**BRIEF**:
Using the material that follows, output exactly the lines from the one containing "key = request_keys.read_key(request.headers)" through the one containing "request_keys.remember(conn, key, target, body)", with both ends kept.

**EXERCISE MATERIAL**:
■ ■ ■ ■ ■
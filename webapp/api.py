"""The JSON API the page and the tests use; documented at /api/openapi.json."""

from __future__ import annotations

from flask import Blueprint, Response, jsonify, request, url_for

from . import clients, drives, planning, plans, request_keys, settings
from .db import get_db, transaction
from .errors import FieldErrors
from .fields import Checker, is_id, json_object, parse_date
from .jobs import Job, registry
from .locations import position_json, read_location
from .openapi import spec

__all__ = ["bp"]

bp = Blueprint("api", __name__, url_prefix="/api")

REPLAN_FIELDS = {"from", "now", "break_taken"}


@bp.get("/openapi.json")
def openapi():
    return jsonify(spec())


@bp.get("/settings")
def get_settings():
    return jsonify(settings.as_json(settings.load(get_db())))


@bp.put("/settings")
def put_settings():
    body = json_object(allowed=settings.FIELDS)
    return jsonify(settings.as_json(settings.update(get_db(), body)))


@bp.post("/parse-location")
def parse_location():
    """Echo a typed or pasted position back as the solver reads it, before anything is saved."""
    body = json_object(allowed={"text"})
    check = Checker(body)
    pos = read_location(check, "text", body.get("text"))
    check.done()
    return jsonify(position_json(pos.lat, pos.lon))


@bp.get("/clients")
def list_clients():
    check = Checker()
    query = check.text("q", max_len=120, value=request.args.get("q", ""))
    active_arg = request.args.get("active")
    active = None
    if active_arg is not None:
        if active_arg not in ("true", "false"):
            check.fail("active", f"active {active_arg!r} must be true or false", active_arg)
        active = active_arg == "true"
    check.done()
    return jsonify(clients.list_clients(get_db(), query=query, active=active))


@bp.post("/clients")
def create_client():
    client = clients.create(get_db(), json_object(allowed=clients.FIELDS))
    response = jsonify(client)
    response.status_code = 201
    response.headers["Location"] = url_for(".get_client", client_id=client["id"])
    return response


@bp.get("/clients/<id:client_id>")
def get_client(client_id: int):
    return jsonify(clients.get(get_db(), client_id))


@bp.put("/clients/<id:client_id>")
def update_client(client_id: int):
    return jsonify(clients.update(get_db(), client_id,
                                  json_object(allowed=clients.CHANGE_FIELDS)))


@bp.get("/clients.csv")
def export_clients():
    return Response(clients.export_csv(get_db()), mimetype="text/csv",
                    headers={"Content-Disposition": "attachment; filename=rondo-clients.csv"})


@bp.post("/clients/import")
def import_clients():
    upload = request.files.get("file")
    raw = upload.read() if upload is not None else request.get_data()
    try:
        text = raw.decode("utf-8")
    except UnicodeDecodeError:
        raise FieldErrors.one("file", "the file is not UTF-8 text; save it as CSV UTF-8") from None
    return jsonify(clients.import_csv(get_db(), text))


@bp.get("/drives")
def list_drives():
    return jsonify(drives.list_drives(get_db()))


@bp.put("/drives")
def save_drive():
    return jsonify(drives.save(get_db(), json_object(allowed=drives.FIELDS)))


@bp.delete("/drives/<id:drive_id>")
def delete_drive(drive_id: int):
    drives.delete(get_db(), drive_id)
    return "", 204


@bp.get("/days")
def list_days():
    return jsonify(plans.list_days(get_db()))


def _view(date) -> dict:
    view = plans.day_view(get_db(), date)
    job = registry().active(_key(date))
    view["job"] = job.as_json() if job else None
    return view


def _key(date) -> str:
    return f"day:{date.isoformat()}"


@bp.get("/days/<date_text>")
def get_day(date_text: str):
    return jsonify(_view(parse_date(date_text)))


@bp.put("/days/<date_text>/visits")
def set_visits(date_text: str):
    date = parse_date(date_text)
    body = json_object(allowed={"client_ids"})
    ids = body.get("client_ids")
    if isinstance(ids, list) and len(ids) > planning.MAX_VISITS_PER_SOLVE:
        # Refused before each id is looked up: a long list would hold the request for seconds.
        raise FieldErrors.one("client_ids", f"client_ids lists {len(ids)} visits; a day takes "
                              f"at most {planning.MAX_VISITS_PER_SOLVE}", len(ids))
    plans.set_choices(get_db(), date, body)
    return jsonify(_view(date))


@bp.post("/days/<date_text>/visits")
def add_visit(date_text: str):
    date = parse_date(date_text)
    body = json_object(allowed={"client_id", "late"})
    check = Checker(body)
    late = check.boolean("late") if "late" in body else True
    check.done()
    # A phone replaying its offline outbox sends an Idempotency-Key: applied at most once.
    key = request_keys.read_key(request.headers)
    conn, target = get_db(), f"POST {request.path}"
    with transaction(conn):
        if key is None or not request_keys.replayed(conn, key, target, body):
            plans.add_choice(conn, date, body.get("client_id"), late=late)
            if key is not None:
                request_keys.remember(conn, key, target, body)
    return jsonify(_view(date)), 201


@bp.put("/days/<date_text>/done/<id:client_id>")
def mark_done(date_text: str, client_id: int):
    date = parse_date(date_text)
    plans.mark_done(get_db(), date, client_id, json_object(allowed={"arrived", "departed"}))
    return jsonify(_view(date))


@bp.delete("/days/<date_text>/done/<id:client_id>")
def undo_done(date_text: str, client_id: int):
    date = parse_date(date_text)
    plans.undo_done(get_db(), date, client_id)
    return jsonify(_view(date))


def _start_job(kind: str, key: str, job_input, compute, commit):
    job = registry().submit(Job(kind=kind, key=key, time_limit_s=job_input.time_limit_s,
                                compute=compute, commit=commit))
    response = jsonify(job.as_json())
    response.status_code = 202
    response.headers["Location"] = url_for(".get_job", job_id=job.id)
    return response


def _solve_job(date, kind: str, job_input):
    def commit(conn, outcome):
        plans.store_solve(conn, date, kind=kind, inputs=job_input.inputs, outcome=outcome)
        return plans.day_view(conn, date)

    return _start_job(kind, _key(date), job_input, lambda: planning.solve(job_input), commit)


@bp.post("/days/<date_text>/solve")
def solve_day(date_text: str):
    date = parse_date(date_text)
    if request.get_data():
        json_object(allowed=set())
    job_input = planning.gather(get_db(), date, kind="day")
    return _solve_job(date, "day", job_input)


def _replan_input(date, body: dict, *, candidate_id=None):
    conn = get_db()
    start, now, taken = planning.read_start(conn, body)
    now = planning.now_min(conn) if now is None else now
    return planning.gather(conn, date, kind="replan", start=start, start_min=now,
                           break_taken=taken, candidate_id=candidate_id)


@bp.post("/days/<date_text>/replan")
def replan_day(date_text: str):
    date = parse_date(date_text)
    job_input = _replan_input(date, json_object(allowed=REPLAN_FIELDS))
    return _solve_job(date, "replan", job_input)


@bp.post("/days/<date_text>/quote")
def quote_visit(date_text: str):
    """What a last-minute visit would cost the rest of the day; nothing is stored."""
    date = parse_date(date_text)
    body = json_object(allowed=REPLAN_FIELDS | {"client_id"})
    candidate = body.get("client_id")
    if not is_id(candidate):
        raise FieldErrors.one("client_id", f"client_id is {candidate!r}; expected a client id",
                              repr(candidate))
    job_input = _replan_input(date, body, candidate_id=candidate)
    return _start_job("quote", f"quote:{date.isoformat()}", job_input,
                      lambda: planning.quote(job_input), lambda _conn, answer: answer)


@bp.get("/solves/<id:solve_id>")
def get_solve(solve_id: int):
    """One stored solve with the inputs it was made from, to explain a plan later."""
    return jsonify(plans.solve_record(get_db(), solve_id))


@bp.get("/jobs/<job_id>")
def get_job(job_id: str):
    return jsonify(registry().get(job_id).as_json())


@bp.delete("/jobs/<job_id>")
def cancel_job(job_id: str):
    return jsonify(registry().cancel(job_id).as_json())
■ ■ ■ ■ ■
**EXPECTED ANSWER**:
    key = request_keys.read_key(request.headers)
    conn, target = get_db(), f"POST {request.path}"
    with transaction(conn):
        if key is None or not request_keys.replayed(conn, key, target, body):
            plans.add_choice(conn, date, body.get("client_id"), late=late)
            if key is not None:
                request_keys.remember(conn, key, target, body)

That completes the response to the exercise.